14/01/2017 at 19:45 Jerkzilla says:
I don’t want to sound like I’m hitting the game all that hard, but it was kind of one note thing, no? I played it for a while with what I would call a medium sized clan, and while there was some tactical flavor to it, most of my experience consisted of zerging various positions, either in tanks, or on foot or very rarely from the air. I’m not going to contest that being in a swarm was impressive the first few times we did it, but for me at least, it got repetitive within a month.
14/01/2017 at 03:01 Ejia says:
Wait, People Can Fly and Flying Wild Hog are not the same, er, people? (or hogs?)
And System Shock 1/2 not being in here is a big surprise. I suppose it’ll have to settle for 51.
14/01/2017 at 04:47 Bfox says:
Glad to see Swat4 so high on the list, btw where’s Fallout 4?
14/01/2017 at 08:41 Haplo says:
Bah. I won’t read this article until it reaches 60 fps. Bad review! Terrible!
(Nah, seriously, great list tho: Dishonored 1 has been amongst my favourite games for the past few years)
14/01/2017 at 09:05 RuySan says:
So I suppose Serious Sam 3 and Painkiller are both at 51?

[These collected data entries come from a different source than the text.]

// Shared by the Newsroom integration tests: people, fake request events and row counts.
import { count } from 'drizzle-orm';
import type { PgTable } from 'drizzle-orm/pg-core';
import type { SessionUser } from '$lib/server/auth/lucia';
import type { Database } from '$lib/server/db';
import { users } from '$lib/server/db/schema';
import type { Role } from '$lib/roles';

export function fakeEvent(
	path: string,
	user: SessionUser | null,
	form: Record<string, string | string[]> = {},
	params: Record<string, string> = {},
	method = 'POST'
) {
	const url = new URL(`http://localhost${path}`);
	let body: FormData | undefined;
	if (method === 'POST') {
		body = new FormData();
		for (const [key, value] of Object.entries(form)) {
			for (const v of [value].flat()) body.append(key, v);
		}
	}
	return {
		request: new Request(url, { method, body }),
		url,
		locals: { user, session: null, requestId: 'test' },
		params,
		route: { id: null },
		cookies: { get: () => undefined, set: () => {}, delete: () => {} },
		getClientAddress: () => '127.0.0.1'
	} as never;
}

export function people(db: () => Database) {
	return async function person(roles: Role[]): Promise<SessionUser> {
		const id = crypto.randomUUID();
		const email = `${id.slice(0, 8)}@example.test`;
		const name = `Staff ${id.slice(0, 4)}`;
		await db().insert(users).values({ id, email, name });
		return { id, email, name, roles };
	};
}

export async function rows(db: () => Database, table: PgTable): Promise<number> {
	const [{ n }] = await db().select({ n: count() }).from(table);
	return n;
}

/** A calendar day `days` before today (UTC), for dates that must not lie in the future. */
export function daysAgo(days: number): string {
	return new Date(Date.now() - days * 86_400_000).toISOString().slice(0, 10);
}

14/01/2017 at 09:05 mepto says:
Available on GoG as well:
Quake 3
Superhot
Far Cry 2
F.E.A.R.
Shadow Warrior 2
Crysis
Look guys, DRM might be no problem for you but some of us like not having a company dictate if we have access to games we’ve bought. And I realize you had quite some work for this list to do and you can’t magically know everything, but sometimes, I swear it just seems like people ignore GoG on purpose. It’s a neverending spiral of steam hype and free ads and just more struggle for the good guys like GoG to compete against; when the media, YOU, could actually change things for the better. Now thanks anyway, you guys at least dare to mention non-steam things as opposed to your colleagues over at
PCSTEAMGamer.14/01/2017 at 17:29 Grizzly says:
Heya, this list is a revised version of a list that was compiled earlier, at which point the games you mentioned were not on GOG yet! It’s certainly not done on purpose.
14/01/2017 at 09:13 bfar says:
All the right games in the wrong order!
14/01/2017 at 09:23 Unsheep says:
50% of what’s on your list I agree with, 50% I don’t.
Red Faction would be my pick for #51.
My own Top-50 list would further include:
* Operation Flashpoint: Dragon Rising & Red Tide
* Sniper Elite 2 & 3
* Ghost Warrior 2
* Enemy Front
* Dead Island
* Dying Light
* Turok (2008 + 2016 remake)
* Call Of Juarez: Bound In Blood
* Painkiller: Hell and Damnation collection
* Redneck Rampage
* SHOGO
* Outlaws
* Eradicator
* Blake Stone: Aliens of Gold & Planet Strike
* Far Cry
* Red Faction 2
* Bloooood !!!
* Clive Barker’s Undying
* Kingpin
* Sin
* Shadowrun (1997)
14/01/2017 at 09:47 Agnosticus says:
as much as I like Dying Light, its shooting was not good, nor was it that important.
the same goes for dead island probably
14/01/2017 at 15:27 Petethegoat says:
Outlaws should be on every list.
14/01/2017 at 17:01 KenTWOu says:
Really impressive smoke effects of the first Call Of Juarez made its shooting infinitely more enjoyable to me than Bound In Blood: Call of Duty wanna be. It was also very colourful at least in DX10 mode, while BiB became a brown console shooter. Gunslinger is a really great game though.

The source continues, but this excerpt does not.